Puzzle 298. Mersenne, Mq = (8x)^2 - (3qy)^2

Contributions came from: Richard Pinch, Rudolph Knjzek, Dan Dima, John Arion & Ken Wilke. Most of them saw immediately that the Reix's statement holds for q prime greater than 3.The proofs sent for the same statement is very similar to the following one:

Richard Pinch wrote:

We assume that in this puzzle q is intended to be prime and >= 5.
The statement is not true when q is even, for example, as then (8x)^2 and (3qy)^2 would both be divisible by 4. It is also false when q=9, for example, as 511 can only be expressed as 40^2-33^2 or 256^2-255^2 and neither of these fits. We check that when q=3 we have 7 = 4^2-3^2 only and this doesn't fit either.

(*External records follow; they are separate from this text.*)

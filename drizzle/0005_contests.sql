CREATE TABLE `contest_card` (
	`id` bigint unsigned AUTO_INCREMENT NOT NULL,
	`contest_id` bigint unsigned NOT NULL,
	`entry_id` bigint unsigned NOT NULL,
	`judge_id` varchar(255) NOT NULL,
	`status` enum('draft','submitted') NOT NULL DEFAULT 'draft',
	`fields` json NOT NULL,
	`version` int NOT NULL DEFAULT 1,
	`last_save_id` varchar(64),
	`created_at` datetime(3) NOT NULL DEFAULT CURRENT_TIMESTAMP(3),
	`updated_at` datetime(3) NOT NULL,
	`submitted_at` datetime(3),
	CONSTRAINT `contest_card_id` PRIMARY KEY(`id`),
	CONSTRAINT `contest_card_cell_idx` UNIQUE(`entry_id`,`judge_id`)
);
--> statement-breakpoint
CREATE TABLE `contest_category` (
	`id` bigint unsigned AUTO_INCREMENT NOT NULL,
	`contest_id` bigint unsigned NOT NULL,
	`position` int NOT NULL,
	`name` varchar(60) NOT NULL,
	`description` varchar(500) NOT NULL DEFAULT '',
	`min_litres` decimal(8,1),
	`max_litres` decimal(8,1),
	`min_age_weeks` int,
	CONSTRAINT `contest_category_id` PRIMARY KEY(`id`)
);
--> statement-breakpoint
CREATE TABLE `contest_conflict` (
	`entry_id` bigint unsigned NOT NULL,
	`judge_id` varchar(255) NOT NULL,
	`reason` varchar(300) NOT NULL DEFAULT '',
	`declared_at` datetime(3) NOT NULL DEFAULT CURRENT_TIMESTAMP(3),
	CONSTRAINT `contest_conflict_entry_id_judge_id_pk` PRIMARY KEY(`entry_id`,`judge_id`)
);
--> statement-breakpoint
CREATE TABLE `contest_criterion` (
	`id` bigint unsigned AUTO_INCREMENT NOT NULL,
	`contest_id` bigint unsigned NOT NULL,
	`position` int NOT NULL,
	`label` varchar(80) NOT NULL,
	`guidance` varchar(1000) NOT NULL DEFAULT '',
	`max_points` decimal(5,1) NOT NULL,
	`weight` decimal(6,3) NOT NULL,
	`tie_break_rank` int NOT NULL,
	CONSTRAINT `contest_criterion_id` PRIMARY KEY(`id`)
);
--> statement-breakpoint
CREATE TABLE `contest_entry` (
	`id` bigint unsigned AUTO_INCREMENT NOT NULL,
	`contest_id` bigint unsigned NOT NULL,
	`category_id` bigint unsigned NOT NULL,
	`entrant_id` varchar(255) NOT NULL,
	`tank_id` bigint unsigned,
	`number` int,
	`statement` text NOT NULL,
	`litres` decimal(8,1),
	`volume_source` enum('measured','estimated'),
	`age_weeks` int,
	`created_at` datetime(3) NOT NULL DEFAULT CURRENT_TIMESTAMP(3),
	`updated_at` datetime(3),
	CONSTRAINT `contest_entry_id` PRIMARY KEY(`id`),
	CONSTRAINT `contest_entry_number_idx` UNIQUE(`contest_id`,`number`),
	CONSTRAINT `contest_entry_tank_idx` UNIQUE(`contest_id`,`tank_id`)
);
--> statement-breakpoint
CREATE TABLE `contest_judge` (
	`contest_id` bigint unsigned NOT NULL,
	`judge_id` varchar(255) NOT NULL,
	`assigned_by` varchar(255),
	`assigned_at` datetime(3) NOT NULL DEFAULT CURRENT_TIMESTAMP(3),
	CONSTRAINT `contest_judge_contest_id_judge_id_pk` PRIMARY KEY(`contest_id`,`judge_id`)
);
--> statement-breakpoint
CREATE TABLE `contest` (
	`id` bigint unsigned AUTO_INCREMENT NOT NULL,
	`title` varchar(120) NOT NULL,
	`rules` text NOT NULL,
	`state` enum('draft','open','judging','published','archived') NOT NULL DEFAULT 'draft',
	`entry_opens_on` date NOT NULL,
	`entry_closes_on` date NOT NULL,
	`judging_opens_on` date NOT NULL,
	`judging_closes_on` date NOT NULL,
	`entries_per_member` int NOT NULL DEFAULT 1,
	`aggregation` enum('mean','median','trimmed-mean') NOT NULL DEFAULT 'mean',
	`rank_by` enum('raw','standardised') NOT NULL DEFAULT 'raw',
	`results_revision` int NOT NULL DEFAULT 0,
	`announced_revision` int,
	`created_by` varchar(255),
	`created_at` datetime(3) NOT NULL DEFAULT CURRENT_TIMESTAMP(3),
	`updated_at` datetime(3),
	`opened_at` datetime(3),
	`judging_started_at` datetime(3),
	`published_at` datetime(3),
	`archived_at` datetime(3),
	CONSTRAINT `contest_id` PRIMARY KEY(`id`)
);
--> statement-breakpoint
ALTER TABLE `contest_card` ADD CONSTRAINT `contest_card_contest_id_contest_id_fk` FOREIGN KEY (`contest_id`) REFERENCES `contest`(`id`) ON DELETE cascade ON UPDATE no action;--> statement-breakpoint
ALTER TABLE `contest_card` ADD CONSTRAINT `contest_card_entry_id_contest_entry_id_fk` FOREIGN KEY (`entry_id`) REFERENCES `contest_entry`(`id`) ON DELETE cascade ON UPDATE no action;--> statement-breakpoint
ALTER TABLE `contest_card` ADD CONSTRAINT `contest_card_judge_id_user_id_fk` FOREIGN KEY (`judge_id`) REFERENCES `user`(`id`) ON DELETE no action ON UPDATE no action;--> statement-breakpoint
ALTER TABLE `contest_category` ADD CONSTRAINT `contest_category_contest_id_contest_id_fk` FOREIGN KEY (`contest_id`) REFERENCES `contest`(`id`) ON DELETE cascade ON UPDATE no action;--> statement-breakpoint
ALTER TABLE `contest_conflict` ADD CONSTRAINT `contest_conflict_entry_id_contest_entry_id_fk` FOREIGN KEY (`entry_id`) REFERENCES `contest_entry`(`id`) ON DELETE cascade ON UPDATE no action;--> statement-breakpoint
ALTER TABLE `contest_conflict` ADD CONSTRAINT `contest_conflict_judge_id_user_id_fk` FOREIGN KEY (`judge_id`) REFERENCES `user`(`id`) ON DELETE no action ON UPDATE no action;--> statement-breakpoint
ALTER TABLE `contest_criterion` ADD CONSTRAINT `contest_criterion_contest_id_contest_id_fk` FOREIGN KEY (`contest_id`) REFERENCES `contest`(`id`) ON DELETE cascade ON UPDATE no action;--> statement-breakpoint
ALTER TABLE `contest_entry` ADD CONSTRAINT `contest_entry_contest_id_contest_id_fk` FOREIGN KEY (`contest_id`) REFERENCES `contest`(`id`) ON DELETE cascade ON UPDATE no action;--> statement-breakpoint
ALTER TABLE `contest_entry` ADD CONSTRAINT `contest_entry_category_id_contest_category_id_fk` FOREIGN KEY (`category_id`) REFERENCES `contest_category`(`id`) ON DELETE no action ON UPDATE no action;--> statement-breakpoint
ALTER TABLE `contest_entry` ADD CONSTRAINT `contest_entry_entrant_id_user_id_fk` FOREIGN KEY (`entrant_id`) REFERENCES `user`(`id`) ON DELETE no action ON UPDATE no action;--> statement-breakpoint
ALTER TABLE `contest_entry` ADD CONSTRAINT `contest_entry_tank_id_tank_id_fk` FOREIGN KEY (`tank_id`) REFERENCES `tank`(`id`) ON DELETE set null ON UPDATE no action;--> statement-breakpoint
ALTER TABLE `contest_judge` ADD CONSTRAINT `contest_judge_contest_id_contest_id_fk` FOREIGN KEY (`contest_id`) REFERENCES `contest`(`id`) ON DELETE cascade ON UPDATE no action;--> statement-breakpoint
ALTER TABLE `contest_judge` ADD CONSTRAINT `contest_judge_judge_id_user_id_fk` FOREIGN KEY (`judge_id`) REFERENCES `user`(`id`) ON DELETE no action ON UPDATE no action;--> statement-breakpoint
ALTER TABLE `contest_judge` ADD CONSTRAINT `contest_judge_assigned_by_user_id_fk` FOREIGN KEY (`assigned_by`) REFERENCES `user`(`id`) ON DELETE no action ON UPDATE no action;--> statement-breakpoint
ALTER TABLE `contest` ADD CONSTRAINT `contest_created_by_user_id_fk` FOREIGN KEY (`created_by`) REFERENCES `user`(`id`) ON DELETE no action ON UPDATE no action;--> statement-breakpoint
CREATE INDEX `contest_card_judge_idx` ON `contest_card` (`contest_id`,`judge_id`);--> statement-breakpoint
CREATE INDEX `contest_category_contest_idx` ON `contest_category` (`contest_id`,`position`);--> statement-breakpoint
CREATE INDEX `contest_criterion_contest_idx` ON `contest_criterion` (`contest_id`,`position`);--> statement-breakpoint
CREATE INDEX `contest_entry_entrant_idx` ON `contest_entry` (`contest_id`,`entrant_id`);--> statement-breakpoint
CREATE INDEX `contest_entry_category_idx` ON `contest_entry` (`category_id`);--> statement-breakpoint
CREATE INDEX `contest_state_idx` ON `contest` (`state`);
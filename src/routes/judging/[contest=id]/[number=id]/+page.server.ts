import { redirect } from '@sveltejs/kit';
import { z } from 'zod';
import { requireRole } from '$lib/server/club/guards';
import { formAction, parseForm } from '$lib/server/http/forms';
import * as judging from '$lib/server/contests/judging';
import { orNotFound } from '../../not-found.server';
import type { Actions, PageServerLoad } from './$types';

// The scorecard page: the blind entry and the rubric come with the page; the card itself is
// fetched and autosaved by the browser through /api/judging/….
export const load = (async (event) => {
	const viewer = requireRole(event, 'judge', 'admin');
	return { card: await orNotFound(judging.scorecardPage(viewer, Number(event.params.contest), Number(event.params.number))), judgeId: viewer.id };
}) satisfies PageServerLoad;

const conflictForm = z.object({
	confirm: z.literal('yes', { message: 'Tick the box to confirm.' }),
	reason: z.string({ message: 'Say briefly why, for the admins.' }).trim().min(3, 'Say briefly why, for the admins.').max(judging.CONFLICT_REASON_MAX)
});

export const actions = {
	conflict: formAction(async (event, data) => {
		const viewer = requireRole(event, 'judge', 'admin');
		const { reason } = parseForm(conflictForm, data);
		await judging.declareConflict(viewer, Number(event.params.contest), Number(event.params.number), reason);
		redirect(303, `/judging/${event.params.contest}?conflict=1`);
	})
} satisfies Actions;
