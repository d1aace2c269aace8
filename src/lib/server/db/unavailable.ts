// Whether an error means "the database cannot be reached right now" (down, restarting, refusing
// connections) rather than a fault in a query. Such a request is answered with the "back soon"
// page (503, $lib/server/ops/outage), not as an unexpected error.

/** mysql2's codes for a connection that could not be made or was lost, and MariaDB's for a server going away. */
const UNAVAILABLE_CODES = new Set([
	'ECONNREFUSED',
	'ECONNRESET',
	'ETIMEDOUT',
	'EPIPE',
	'EHOSTUNREACH',
	'ENETUNREACH',
	'ENOTFOUND',
	'EAI_AGAIN',
	'PROTOCOL_CONNECTION_LOST',
	'PROTOCOL_ENQUEUE_AFTER_FATAL_ERROR',
	'PROTOCOL_SEQUENCE_TIMEOUT',
	'ER_SERVER_SHUTDOWN',
	'ER_CONNECTION_KILLED',
	'ER_CON_COUNT_ERROR',
	'ER_TOO_MANY_USER_CONNECTIONS',
	'ER_SERVER_GONE_ERROR',
	'CR_SERVER_GONE_ERROR',
	'CR_SERVER_LOST',
	'CR_CONNECTION_ERROR',
	'CR_CONN_HOST_ERROR'
]);

/** Looks through the error and its causes (Drizzle wraps the driver's error as `cause`). */
export function isDatabaseUnavailable(error: unknown): boolean {
	let current: unknown = error;
	for (let depth = 0; depth < 5 && current && typeof current === 'object'; depth++) {
		const code = (current as { code?: unknown }).code;
		if (typeof code === 'string' && UNAVAILABLE_CODES.has(code)) return true;
		// mysql2 marks errors after which the connection is unusable as fatal; some carry no code
		// ("Can't add new command when connection is in closed state"). A refused login is not an outage.
		if ((current as { fatal?: unknown }).fatal === true && !(typeof code === 'string' && code.startsWith('ER_ACCESS'))) return true;
		current = (current as { cause?: unknown }).cause;
	}
	return false;
}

In passing we note that the expressions of any odd number n as a difference of two squares correspond to its factorisations: n = a.b = ((a+b)/2)^2 - ((a-b)/2)^2; n = u^2 - v^2 = (u+v)(u-v). This is how we can be sure that there are no more expressions for 511 and 7 above.

Now suppose that q>=5 and q is prime. We have 2^q-1 = (2^(q-1))^2 -
(2^(q-1)-1)^2 = u^2 - v^2 say. Since q>=5, we have 16 dividing u.
Further, q is odd so 2^(q-1) is congruent to 1 mod 3, so 3 divides v, and q is prime so 2^(q-1) is congruent to 1 mod q, so q divides v. But q is prime and q>3, so 3 and q are coprime and 3q divides v.

As a final note, the statement is true when q is a pseudoprime not divisible by 3, such as 341 = 11.31, as then it is again true that
2^(q-1) is congruent to 1 mod q.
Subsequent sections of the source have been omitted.